Suppose I have an infinite number of time steps $X_0,\ldots,X_i,\ldots$, where each $X_i$ is an infinite dimensional random vector consisting of 0's and 1's.
I now specify $P(X_i|X_{(i-1)})$ and an initial condition $X_0$.
Suppose I want to know the state $X_i$. If the X_i's were finite, I could simulate $X_1, X_2, X_3, \ldots$ etc using $P(X_i|X_{(i-1)})$ and a pseudo-random number generator with some initial seed (so that each state is deterministic and can be recovered without saving to memory), and eventually get X_i.
- My intention is for each X_i to be deterministic from the pseudo-random number generator, but also be a sample from the Markov process.
Is there a way to do this in the infinite case without computing $X_1, X_2, \ldots, X_i$? In other words, someone would specify a range $[a,b]$ and $i$, and the elements with indices in the range of $[a,b]$ of $X_i$ would be returned. Moreover, giving the same query twice would return the same result, and if one were to measure the entire sequence $X_0,X_1\ldots$ it would be consistent with coming from a Markov process with the given probability transition function.

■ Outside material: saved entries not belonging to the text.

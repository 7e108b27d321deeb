using System;
using System.Collections.Generic;
using System.Linq;
using Xunit;

namespace StarLines.TestSupport;

/// <summary>Dependencies point one way: formats, domain, figures and runs, program.</summary>
public sealed class LayerRules
{
    /// <summary>Which assemblies of ours and of others each project may use, besides the base class library.</summary>
    private static readonly Dictionary<string, string[]> Allowed = new(StringComparer.Ordinal)
    {
        ["StarLines.Fits"] = [],
        ["StarLines.Tables"] = ["Parquet"],
        ["StarLines"] = ["StarLines.Fits", "StarLines.Tables", "MathNet.Numerics"],
        ["StarLines.Plotting"] = ["StarLines.Core", "ScottPlot", "SkiaSharp"],
        ["StarLines.Runs"] = ["StarLines.Core", "StarLines.Tables", "StarLines.Fits", "StarLines.Plotting", "Tomlyn"],
        ["StarLines.Cli"] =
        [
            "StarLines.Core", "StarLines.Tables", "StarLines.Fits", "StarLines.Plotting", "StarLines.Runs",
            "System.CommandLine", "Spectre.Console", "Spectre.Console.Ansi",
        ],
    };

    private static readonly AssemblyUses Uses = AssemblyUses.Of(ProjectUnderTest.Assembly);

    /// <summary>Below the runs nothing starts a thread, so that the caller decides what runs beside what.</summary>
    private static bool MayRunInParallel => ProjectUnderTest.Name is "StarLines.Runs" or "StarLines.Cli";

    [Fact]
    public void Only_the_layers_below_are_used()
    {
        string[] allowed = Allowed[ProjectUnderTest.Name];
        IEnumerable<string> others = Uses.Assemblies.Where(static name => !IsBaseClassLibrary(name));
        Assert.Empty(others.Except(allowed, StringComparer.Ordinal));
    }

    [Fact]
    public void Only_the_program_writes_to_the_console()
    {
        bool isProgram = ProjectUnderTest.Name == "StarLines.Cli";
        Assert.Equal(isProgram, Uses.Types.Contains("System.Console"));
    }

    [Fact]
    public void Only_runs_and_the_program_start_threads()
    {
        string[] threads =
        [
            "System.Threading.Thread", "System.Threading.ThreadPool", "System.Threading.Tasks.Parallel",
            "System.Threading.Tasks.TaskFactory", "System.Linq.ParallelEnumerable", "System.Threading.Timer",
        ];
        IEnumerable<string> found = Uses.Types.Intersect(threads, StringComparer.Ordinal)
            .Concat(Uses.Members.Where(static member => member == "System.Threading.Tasks.Task.Run"));
        Assert.True(MayRunInParallel || !found.Any(), "Threads are started through " + string.Join(", ", found));
    }

    [Fact]
    public void Only_runs_and_the_program_read_the_clock()
    {
        string[] clocks =
        [
            "System.DateTime.get_Now", "System.DateTime.get_UtcNow", "System.DateTime.get_Today",
            "System.DateTimeOffset.get_Now", "System.DateTimeOffset.get_UtcNow", "System.TimeProvider.get_System",
            "System.Environment.get_TickCount", "System.Environment.get_TickCount64",
            "System.Diagnostics.Stopwatch.StartNew", "System.Diagnostics.Stopwatch.GetTimestamp",
        ];
        IEnumerable<string> found = Uses.Members.Intersect(clocks, StringComparer.Ordinal);
        Assert.True(MayRunInParallel || !found.Any(), "The clock is read through " + string.Join(", ", found));
    }

    [Fact]
    public void Nobody_draws_random_numbers_without_a_seed()
    {
        Assert.DoesNotContain("System.Random.get_Shared", Uses.Members);
    }

    private static bool IsBaseClassLibrary(string name) =>
        name is "netstandard" or "mscorlib" or "Microsoft.Win32.Primitives"
        || (name.StartsWith("System.", StringComparison.Ordinal) && name != "System.CommandLine");
}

A possible solution I thought of was this: if $X_i$ has been measured, and $X_k$ is queried ($k>i$), one can find a formula for $P(X_k|X_i)$ and draw $X_k$ from that distribution. However things might get messy if I now query $X_w (i < w < k)$, whose probability distribution should depend on $X_i$ and $X_k$. Moreover, this approach gives results that depend on the order of measurement, and requires one to save each $X_i$ when measured.
This question was motivated by procedural generation techniques in games: I might make an infinite world where the height of each point in the map depends on the height of the points in the row to the left of it. When a player is spawned somewhere in this infinite world, the height at their particular location needs to be generated, and if they visit that position again it needs to have the same height.
Thanks for your help :) I find this a particularly interesting question, especially with the soon-to-be released "No Man's Sky".